I think most people here know of the idea of “infrastructure as code” and the aim of replacing all the historic manual tasks within the IT realm with scripts that can automate and control everything.
In general, circleci is part of the toolset to enable this transformation as it allows the automation of the whole build process, but its current inane inability to allow environment variables to be used within its own scripting language without using workarounds is very unfriendly and a real pain at times.
Earlier this week a firm example of the problems this lack of ability can cause showed up and so I can now write this with an example of a real impact to our processes, rather than just expressing a dislike due to the limitations this causes in other parts of the environment.
Self-hosted runners failed due to some reason that is yet to be fully understood as the setup process failed when trying to update the local agent. Maybe the update process could be written better, but at the end of the day this is just an example of the fact that things will go wrong and everyone needs to have in place solutions that can cope based on the needs of their business.
In an “infrastructure as code” world
With the tools I have in place, to resolve this issue I should have been able to just change one value in my secrets store (think fancy .env file) and rerun the ci jobs.
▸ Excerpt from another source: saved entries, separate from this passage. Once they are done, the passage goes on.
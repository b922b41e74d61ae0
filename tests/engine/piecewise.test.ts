/** Piecewise polynomials behind the member diagrams: integration with steps, evaluation, exact extremes. */
import { describe, it, expect } from "vitest";
import { evaluate, extrema, fromGlobalPolynomial, integrate, zeroPiecewise } from "@/lib/engine/piecewise";
import { expectClose } from "./helpers";

describe("piecewise polynomials", () => {
  it("integrates with steps at the breaks and evaluates either side of them", () => {
    const breaks = Float64Array.of(0, 1, 3);
    const q = zeroPiecewise(breaks);
    q.coeffs.forEach((c) => (c[0] = -2)); // uniform −2
    const V = integrate(q, 5, Float64Array.of(0, -1)); // V(0) = 5, step −1 at x = 1
    expectClose(evaluate(V, 1, "left"), 3);
    expectClose(evaluate(V, 1, "right"), 2);
    expectClose(evaluate(V, 3), -2);
    const M = integrate(V, 0);
    // ∫₀³ V = [5x − x²]₀³ − 1·(3 − 1) = 6 − 2 = 4
    expectClose(evaluate(M, 3), 4);
  });

  it("finds every stationary point of a quintic exactly, matching a brute-force search", () => {
    // P'(x) = (x − 0.1)(x − 0.4)(x − 0.7)(x − 0.9); P(x) = ∫₀ˣ P'.
    const roots = [0.1, 0.4, 0.7, 0.9];
    let dp = [1];
    for (const r of roots) dp = [...dp.map((v) => -r * v), 0].map((v, i) => v + (i > 0 ? dp[i - 1] : 0));
    const p = [0, ...dp.map((v, i) => v / (i + 1))];
    const pp = fromGlobalPolynomial(p, Float64Array.of(0, 0.55, 1));
    const { max, min } = extrema(pp);
    let bruteMax = -Infinity;
    let bruteMin = Infinity;
    for (let i = 0; i <= 200_000; i++) {
      const v = evaluate(pp, i / 200_000);
      bruteMax = Math.max(bruteMax, v);
      bruteMin = Math.min(bruteMin, v);
    }
    expect(max.value).toBeGreaterThanOrEqual(bruteMax - 1e-15);
    expect(min.value).toBeLessThanOrEqual(bruteMin + 1e-15);
    for (const e of [max, min]) {
      const nearest = [0, ...roots, 1].reduce((a, b) => (Math.abs(b - e.x) < Math.abs(a - e.x) ? b : a));
      expect(Math.abs(nearest - e.x)).toBeLessThan(1e-9);
    }
  });
});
The secret store is able to sync changes into circleci jobs as environment variables, but circleci scripts do not use these for anything instead they have a totally different parameter system.
In the current “circleci” world
I had to go in and hand edit each config.yml to change the executor statement of each defined job and once the issue was resolved I had to then reverse the change - even as a small business this meant creating branches and pull requests in each project for each update - not a quick and painless process.
The platform needs a solution that does not involve using a shell script to dynamically write a circleci script or a curl call from one build job to another build job where environment variables can be passed as parameters and so accessed in the second build job.